From the records below, please return each line that holds the word "description".

Collection entries:
====
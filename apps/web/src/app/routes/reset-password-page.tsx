import { ResetPasswordRoute } from "@/features/auth/routes/reset-password";
export default ResetPasswordRoute;
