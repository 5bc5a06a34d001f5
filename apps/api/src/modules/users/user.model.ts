import { DataTypes, Model, type Sequelize } from "sequelize";
import type { Role } from "@plumeline/contracts";

/** A person who signs in. Written by better-auth (through the adapter) and by the users service. */
export class UserModel extends Model {
  declare id: string;
  declare name: string;
  declare email: string;
  declare emailVerified: boolean;
  declare image: string | null;
  declare role: Role;
  declare banned: boolean | null;
  declare banReason: string | null;
  declare banExpires: Date | null;
  /** Set on invitation: the mailed password opens only GET /api/me and the password change. */
  declare mustChangePassword: boolean;
  declare createdAt: Date;
  declare updatedAt: Date;
}

export function initUserModel(sequelize: Sequelize): typeof UserModel {
  UserModel.init(
    {
      id: { type: DataTypes.STRING, primaryKey: true },
      name: { type: DataTypes.STRING, allowNull: false },
      email: { type: DataTypes.STRING, allowNull: false, unique: true },
      emailVerified: { type: DataTypes.BOOLEAN, allowNull: false, defaultValue: false },
      image: { type: DataTypes.STRING, allowNull: true },
      role: { type: DataTypes.STRING, allowNull: false, defaultValue: "analyst" },
      banned: { type: DataTypes.BOOLEAN, allowNull: true, defaultValue: false },
      banReason: { type: DataTypes.STRING, allowNull: true },
      banExpires: { type: DataTypes.DATE, allowNull: true },
      mustChangePassword: { type: DataTypes.BOOLEAN, allowNull: false, defaultValue: false },
      createdAt: { type: DataTypes.DATE, allowNull: false },
      updatedAt: { type: DataTypes.DATE, allowNull: false },
    },
    // better-auth sets createdAt/updatedAt itself, so Sequelize must not manage them.
    { sequelize, tableName: "users", modelName: "User", underscored: true, timestamps: false },
  );
  return UserModel;
}
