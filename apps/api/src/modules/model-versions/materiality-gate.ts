import { IMPACT_DEFAULT_MEMBERS, type MaterialityFiring } from "@plumeline/contracts";
import type { AppContext } from "../../context.js";
import { AppError } from "../../errors/app-error.js";
import { previewImpact, resolvePathways } from "./model-version-impact.service.js";
import { describeFiring } from "./materiality-check.js";
import type { ModelVersionModel } from "./model-version.model.js";

type Ctx = Pick<AppContext, "models">;

/** What the gate found, kept in the submission's audit row. */
export interface MaterialityCheck {
  checked: boolean;
  /** Why nothing was checked (no parent, no pathway), else null. */
  skipped: string | null;
  pathwayIds: string[];
  members: number;
  fired: MaterialityFiring[];
}

/**
 * A change filed as "minor" must stay under every materiality threshold on every pathway the
 * version pins: the same preview the reviewer sees (default members, against the parent) is
 * made, and any threshold it passes refuses the filing with 409 `materiality_threshold_exceeded`,
 * one detail per firing (pathway, year, metric, value, limit). Re-classing as "major" files it.
 * With no parent there is nothing to compare with, so nothing is checked (the audit says so).
 */
export async function checkMinorChange(ctx: Ctx, version: ModelVersionModel): Promise<MaterialityCheck> {
  const members = IMPACT_DEFAULT_MEMBERS;
  const skip = (skipped: string): MaterialityCheck => ({ checked: false, skipped, pathwayIds: [], members, fired: [] });
  if (!version.parentId) return skip("no parent to compare with");
  const parent = await ctx.models.ModelVersion.findByPk(version.parentId);
  if (!parent) return skip(`parent ${version.parentId} no longer exists`);
  let pathways;
  try {
    pathways = await resolvePathways(ctx, undefined, version, parent);
  } catch (error) {
    if (error instanceof AppError && error.status === 400) return skip("no pathway to preview on");
    throw error;
  }
  const impact = await previewImpact(ctx, version, parent, pathways, members);
  const fired = impact.materiality.fired;
  if (fired.length > 0)
    throw new AppError(
      409,
      "materiality_threshold_exceeded",
      `"${version.name}" v${version.versionNumber} cannot be filed as a minor change: its preview passes ${fired.length} materiality threshold${fired.length === 1 ? "" : "s"} (first: ${describeFiring(fired[0]!)}). File it as a major change, or change the draft.`,
      fired.map((f) => ({
        path: "changeClass",
        message: describeFiring(f),
        data: { pathwayId: f.pathwayId, pathwayName: f.pathwayName, year: f.year, metric: f.metric, warmingThreshold: f.warmingThreshold, value: f.value, limit: f.limit, unit: f.unit },
      })),
    );
  return { checked: true, skipped: null, pathwayIds: pathways.map((p) => p.id), members, fired };
}
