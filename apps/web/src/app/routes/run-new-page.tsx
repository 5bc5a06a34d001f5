import { useState } from "react";
import { useNavigate, useSearchParams } from "react-router-dom";
import { paths } from "@/config/paths";
import { useModelVersionChoices } from "@/features/model-versions/api/get-model-versions";
import { usePathwayChoices } from "@/features/pathways/api/get-pathways";
import { usePerilProfileChoices } from "@/features/peril/api/get-peril-profiles";
import { usePortfolios } from "@/features/peril/api/get-portfolios";
import { PerilRunPicker, type PerilRunChoice } from "@/features/peril/components/peril-run-picker";
import { RunForm } from "@/features/runs/components/run-form";
import { Card, CardBody } from "@/components/ui/card";
import { PageHeader } from "@/components/ui/page-header";
import { EmptyState, ErrorState, LoadingState } from "@/components/ui/states";

/** Composes the run form with the versions and pathways it offers (two features, joined here). */
export default function RunNewPage() {
  const [params] = useSearchParams();
  const navigate = useNavigate();
  const versions = useModelVersionChoices();
  const pathways = usePathwayChoices();
  const usable = versions.data?.filter((v) => v.status !== "rejected" && v.status !== "retired") ?? [];
  const perilProfiles = usePerilProfileChoices();
  const portfolios = usePortfolios();
  const [lens, setLens] = useState<PerilRunChoice>({ perilProfileIds: [], portfolioId: null });
  return (
    <>
      <PageHeader kicker="Runs" title="New run" description="Pick a model version and pathways, then queue the ensemble. Seed and settings are recorded so the run can be replayed." />
      <Card>
        <CardBody>
          {versions.isPending || pathways.isPending ? (
            <LoadingState />
          ) : versions.isError || pathways.isError ? (
            <ErrorState error={versions.error ?? pathways.error} />
          ) : usable.length === 0 || pathways.data.length === 0 ? (
            <EmptyState title="Nothing to run yet">A run needs at least one model version that is not rejected or retired, and at least one pathway.</EmptyState>
          ) : (
            <RunForm
              versions={usable}
              pathways={pathways.data}
              initialVersionId={params.get("version") ?? undefined}
              onCreated={(run) => navigate(paths.run.build(run.id))}
              lens={lens}
              lensFields={perilProfiles.data && portfolios.data && <PerilRunPicker profiles={perilProfiles.data} portfolios={portfolios.data} value={lens} onChange={setLens} />}
            />
          )}
        </CardBody>
      </Card>
    </>
  );
}
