import { useState } from "react";
import { useNavigate, useSearchParams } from "react-router-dom";
import { paths } from "@/config/paths";
import { useModelVersion } from "@/features/model-versions/api/get-model-version";
import { modelVersionPickerSource, useModelVersions } from "@/features/model-versions/api/get-model-versions";
import { pathwayPickerSource, usePathways } from "@/features/pathways/api/get-pathways";
import { perilProfilePickerSource } from "@/features/peril/api/get-peril-profiles";
import { usePortfolios } from "@/features/peril/api/get-portfolios";
import { PerilRunPicker, type PerilRunChoice } from "@/features/peril/components/peril-run-picker";
import { RunForm } from "@/features/runs/components/run-form";
import { Card, CardBody } from "@/components/ui/card";
import { PageHeader } from "@/components/ui/page-header";
import { EmptyState, ErrorState, LoadingState } from "@/components/ui/states";

/**
 * Composes the run form with the pickers of versions, pathways and peril profiles (three
 * features, joined here). The pickers search the whole lists; this page only asks whether
 * anything exists and which version to start with: the one a link names, else the newest approved.
 */
export default function RunNewPage() {
  const [params] = useSearchParams();
  const navigate = useNavigate();
  const linked = useModelVersion(params.get("version") ?? undefined);
  const anyVersion = useModelVersions({ limit: 1 });
  const newestApproved = useModelVersions({ status: "approved", limit: 1 });
  const anyPathway = usePathways({ limit: 1 });
  const portfolios = usePortfolios();
  const [lens, setLens] = useState<PerilRunChoice>({ perilProfileIds: [], portfolioId: null });
  // isLoading, not isPending: without a linked version that query never runs and stays pending.
  const loading = [anyVersion, newestApproved, anyPathway].some((q) => q.isPending) || linked.isLoading;
  const failed = [anyVersion, newestApproved, anyPathway].find((q) => q.isError);
  return (
    <>
      <PageHeader
        kicker="Runs"
        title="New run"
        description="Pick a model version and pathways, then queue the ensemble. Seed and settings are recorded so the run can be replayed."
      />
      <Card>
        <CardBody>
          {loading ? (
            <LoadingState />
          ) : failed ? (
            <ErrorState error={failed.error} />
          ) : anyVersion.data?.total === 0 || anyPathway.data?.total === 0 ? (
            <EmptyState title="Nothing to run yet">
              A run needs at least one model version that is not rejected or retired, and at least one pathway.
            </EmptyState>
          ) : (
            <RunForm
              versionSource={modelVersionPickerSource}
              pathwaySource={pathwayPickerSource}
              initialVersion={linked.data ?? newestApproved.data?.items[0]}
              onCreated={(run) => navigate(paths.run.build(run.id))}
              lens={lens}
              lensFields={
                portfolios.data && (
                  <PerilRunPicker profileSource={perilProfilePickerSource} portfolios={portfolios.data} value={lens} onChange={setLens} />
                )
              }
            />
          )}
        </CardBody>
      </Card>
    </>
  );
}
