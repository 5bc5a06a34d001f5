import { MODEL_VERSION_STATUSES, type ModelVersionStatus } from "@plumeline/contracts";
import { paths } from "@/config/paths";
import { useCan } from "@/features/auth/use-permission";
import { useModelVersions } from "@/features/model-versions/api/get-model-versions";
import { ModelVersionsTable } from "@/features/model-versions/components/model-versions-table";
import { ButtonLink } from "@/components/ui/button";
import { Card, CardBody } from "@/components/ui/card";
import { ListControls } from "@/components/lists/list-controls";
import { listFieldErrors } from "@/components/lists/list-field-errors";
import { PagedList } from "@/components/lists/paged-list";
import { useListQuery } from "@/components/lists/use-list-query";
import { PageHeader } from "@/components/ui/page-header";
import { Segmented } from "@/components/ui/segmented";
import { EmptyState } from "@/components/ui/states";

const VERSION_SORTS = [
  { value: "updatedAt:desc", label: "Recently changed" },
  { value: "createdAt:desc", label: "Newest first" },
  { value: "createdAt:asc", label: "Oldest first" },
  { value: "name:asc", label: "Name A–Z" },
  { value: "name:desc", label: "Name Z–A" },
  { value: "versionNumber:desc", label: "Highest version number" },
  { value: "status:asc", label: "Status" },
];

export default function ModelVersionsPage() {
  const list = useListQuery({ defaultSort: "updatedAt:desc", filterKeys: ["status", "author", "from", "to"] });
  const { q, sort, limit, offset, filters } = list.state;
  // An unknown status in the URL is sent as written: the API refuses it and the page names the field.
  const status = filters.status === "" ? undefined : (filters.status as ModelVersionStatus);
  const versions = useModelVersions({ q, sort, limit, offset, status, author: filters.author, from: filters.from, to: filters.to });
  const canWrite = useCan("model-versions:write");
  return (
    <>
      <PageHeader
        kicker="Model versions"
        title="Model versions"
        description="The uncertainty assumptions, versioned. Drafts go to review; a manager who did not write them approves or rejects; approved versions can be retired."
        actions={
          canWrite && (
            <ButtonLink to={paths.modelVersionNew.build()} variant="primary">
              New draft
            </ButtonLink>
          )
        }
      />
      <div className="mb-3">
        <Segmented
          label="Status"
          value={status ?? "all"}
          onChange={(v) => list.update({ filters: { status: v === "all" ? "" : v } })}
          options={[{ value: "all", label: "All" }, ...MODEL_VERSION_STATUSES.map((s) => ({ value: s, label: s.replace("-", " ") }))]}
        />
      </div>
      <Card className="mb-4">
        <CardBody>
          <ListControls
            noun="model versions"
            state={list.state}
            onChange={list.update}
            errors={listFieldErrors(versions.error)}
            searchHint="Name or notes"
            sortOptions={VERSION_SORTS}
            texts={[{ key: "author", label: "Author", placeholder: "Name or email" }]}
            dates
          />
        </CardBody>
      </Card>
      <Card>
        <PagedList
          result={versions}
          noun="model versions"
          state={list.state}
          onOffset={list.setOffset}
          empty={<EmptyState title={list.filtered ? (status && !list.state.q && !filters.author && !filters.from && !filters.to ? `No ${status.replace("-", " ")} versions` : "No model versions match these filters") : "No model versions yet"} />}
        >
          {(items) => <ModelVersionsTable versions={items} />}
        </PagedList>
      </Card>
    </>
  );
}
====
■ **Exercise solution**:
      <PageHeader kicker="Runs" title="New run" description="Pick a model version and pathways, then queue the ensemble. Seed and settings are recorded so the run can be replayed." />
        description="Pick a model version and pathways, then queue the ensemble. Seed and settings are recorded so the run can be replayed."
        description="The uncertainty assumptions, versioned. Drafts go to review; a manager who did not write them approves or rejects; approved versions can be retired."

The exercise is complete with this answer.